Let's see if this post makes it.

Antilope's picture
Antilope

Do you scald the milk before cooling it and using it to make more yogurt? There is an enzyme present in the milk that works against the yogurt thickening. Heating the milk to 180-F and then cooling to below 90-F before adding the yogurt starter will inactivate the enzyme and make thicker yogurt. My wife is half Armenian and when it comes to homemade yogurt it's a cultural thing. We always have some in the fridge. I use it to replace most dairy in baking.

I have found that baker's yeast doesn't like to be stirred into pure yogurt or buttermilk. It really makes for a slow rise (2 or 3 times longer than normal). If I stir the instant dry yeast into the dry flour first, then the yeast has no problem. Must be the acid environment of the yogurt and buttermilk causing the problem.

 

Making homemade cultured buttermilk is easier to make than yogurt. Scald 4 cups of milk, cool to room temperature. Add 1/4 cup of commercial cultured buttermilk. Mix well and cover. Keep at room temperature for 12 to 24 hours. Place in fridge when as sour as you want. Buttermilk will separate if incubated at yogurt temperatures in a yogurt maker. Incubation on the counter at room temperature is best for cultured buttermilk.

Grandpa Larry's picture
Grandpa Larry

I'm no expert on making yogurt, but this method works for me. I make about a quart at a time.

I heat the milk in the microwave to about 185F, then allow it to cool to about 100F. I mix 3 or 4 tablespoons of yogurt into the milk, which is in a freshly washed 32 oz. glass measuring cup..

After mixing the yogurt into the milk, I place the measuring cup into a new zip lock storage bag and seal it shut.

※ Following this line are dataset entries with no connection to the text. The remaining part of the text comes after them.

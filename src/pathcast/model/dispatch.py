"""Hourly dispatch in the representative days: generator output within availability x capacity, unserved energy at
the value of lost load, and the electricity balance of every representative hour.

Generators that burn no fuel and cost nothing per MWh (wind, solar, run-of-river, geothermal as usually entered) are
*pooled*: each offers availability x capacity in every hour, and one curtailment variable per hour, at most the pooled
output of that hour, takes away what the system cannot use. Curtailing any of them is free, so which one is curtailed
does not change the optimum; pooling removes one output variable and one limit row per pooled generator and hour (a
quarter of the rows of the national benchmark). Results split an hour's curtailment over the pooled generators in
proportion to their available output (:func:`generation_values`).
"""

from __future__ import annotations

import numpy as np

from .context import BuildContext

__all__ = [
    "add_dispatch",
    "add_electricity_balance",
    "add_pooled_output",
    "available_output",
    "generation_values",
]


def add_dispatch(ctx: BuildContext) -> None:
    lp, Y, D, H = ctx.lp, ctx.Y, ctx.D, ctx.H
    gens = ctx.dispatched_generators
    G = len(gens)
    generation = lp.add_variables("generation", ("technology", "year", "day", "hour"), (G, Y, D, H), "GW")
    ctx.blocks["generation"] = generation
    unserved = lp.add_variables("unserved", ("year", "day", "hour"), (Y, D, H), "GW")
    ctx.blocks["unserved"] = unserved

    if G:
        limit = lp.add_rows(
            "generation_limit", ("technology", "year", "day", "hour"), (G, Y, D, H), "<=", "GW"
        )
        rows = limit.local()
        limit.add(rows, generation.all(), 1.0)
        availability = np.stack([t.availability for t in gens])  # [G, D, H]
        capacity = ctx.capacity_columns(gens)  # [G, Y]
        limit.add(
            rows,
            np.broadcast_to(capacity[:, :, None, None], rows.shape),
            -np.broadcast_to(availability[:, None, :, :], rows.shape),
        )
        vom = np.array([t.variable_om for t in gens])
        lp.add_cost(generation.all(), vom[:, None, None, None] * ctx.hour_cost_weight[None])
    lp.add_cost(unserved.all(), ctx.inputs.value_of_lost_load * ctx.hour_cost_weight)

    if ctx.pooled_generators:
        # curtailment [GW] <= sum over pooled generators of availability x capacity, every hour
        curtailment = lp.add_variables("curtailment", ("year", "day", "hour"), (Y, D, H), "GW")
        ctx.blocks["curtailment"] = curtailment
        limit = lp.add_rows("curtailment_limit", ("year", "day", "hour"), (Y, D, H), "<=", "GW")
        rows = limit.local()
        limit.add(rows, curtailment.all(), 1.0)
        add_pooled_output(ctx, limit, rows, -1.0)


def add_pooled_output(
    ctx: BuildContext, block, rows: np.ndarray, coef: np.ndarray | float, years: np.ndarray | None = None
) -> None:
    """Add coef x availability x capacity of every pooled generator to ``rows`` [years, D, H] of ``block``
    (all years unless ``years`` gives their positions); ``coef`` broadcasts against ``rows``."""
    capacity = ctx.capacity_columns(ctx.pooled_generators)  # [P, Y]
    if years is not None:
        capacity = capacity[:, years]
    for p, t in enumerate(ctx.pooled_generators):
        block.add(
            rows,
            np.broadcast_to(capacity[p][:, None, None], rows.shape),
            coef * np.broadcast_to(t.availability[None], rows.shape),
        )


def add_electricity_balance(ctx: BuildContext) -> None:
    """Supply = demand in every representative hour [GW]; added after storage and converters exist."""
    lp = ctx.lp
    shape = (ctx.Y, ctx.D, ctx.H)
    balance = lp.add_rows(
        "electricity_balance",
        ("year", "day", "hour"),
        shape,
        "==",
        "GW",
        rhs=ctx.inputs.electricity_demand_gw,
    )
    rows = balance.local()
    generation = ctx.blocks["generation"].all()
    for g in range(generation.shape[0]):
        balance.add(rows, generation[g], 1.0)
    if ctx.pooled_generators:
        add_pooled_output(ctx, balance, rows, 1.0)
        balance.add(rows, ctx.blocks["curtailment"].all(), -1.0)
    balance.add(rows, ctx.blocks["unserved"].all(), 1.0)
    if "discharge" in ctx.blocks:
        for k in range(ctx.blocks["discharge"].shape[0]):
            balance.add(rows, ctx.blocks["discharge"].all()[k], 1.0)
            balance.add(rows, ctx.blocks["charge"].all()[k], -1.0)
    if "converter_power" in ctx.blocks:
        for c in range(ctx.blocks["converter_power"].shape[0]):
            balance.add(rows, ctx.blocks["converter_power"].all()[c], -1.0)


def available_output(ctx: BuildContext, techs: list, x: np.ndarray) -> np.ndarray:
    """Availability x capacity [GW] of the given generators, [len(techs), Y, D, H], from the primal values ``x``."""
    if not techs:
        return np.zeros((0, ctx.Y, ctx.D, ctx.H))
    capacity = x[ctx.capacity_columns(techs)]  # [T, Y]
    availability = np.stack([t.availability for t in techs])  # [T, D, H]
    return capacity[:, :, None, None] * availability[:, None, :, :]


def generation_values(ctx: BuildContext, x: np.ndarray) -> np.ndarray:
    """Output [GW] of every generator in ``ctx.generators`` order, [G, Y, D, H], from the primal values ``x``.

    A pooled generator's output is its available output less its share of the hour's curtailment, shared in
    proportion to available output."""
    out = np.zeros((len(ctx.generators), ctx.Y, ctx.D, ctx.H))
    position = {t.name: g for g, t in enumerate(ctx.generators)}
    dispatched = x[ctx.blocks["generation"].all()]
    for i, t in enumerate(ctx.dispatched_generators):
        out[position[t.name]] = dispatched[i]
    if ctx.pooled_generators:
        potential = available_output(ctx, ctx.pooled_generators, x)
        total = potential.sum(axis=0)
        curtailed = np.clip(x[ctx.blocks["curtailment"].all()], 0.0, None)
        kept = np.where(total > 0, 1.0 - np.minimum(curtailed, total) / np.where(total > 0, total, 1.0), 0.0)
        for p, t in enumerate(ctx.pooled_generators):
            out[position[t.name]] = np.clip(potential[p] * kept, 0.0, None)
    return out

Since I don't have a yogurt maker, I just place the bag in my gas oven with only the pilot on. If I need to use the oven for baking, I remove the bag and rest it on top of the range until I'm finished, then place it back in the oven after it's cooled.

After 8 or 9 hours I put it in the fridge overnight. In the morning it's nice and thick and tasty! It's normally thick enough for my taste, but I do occasionally strain it.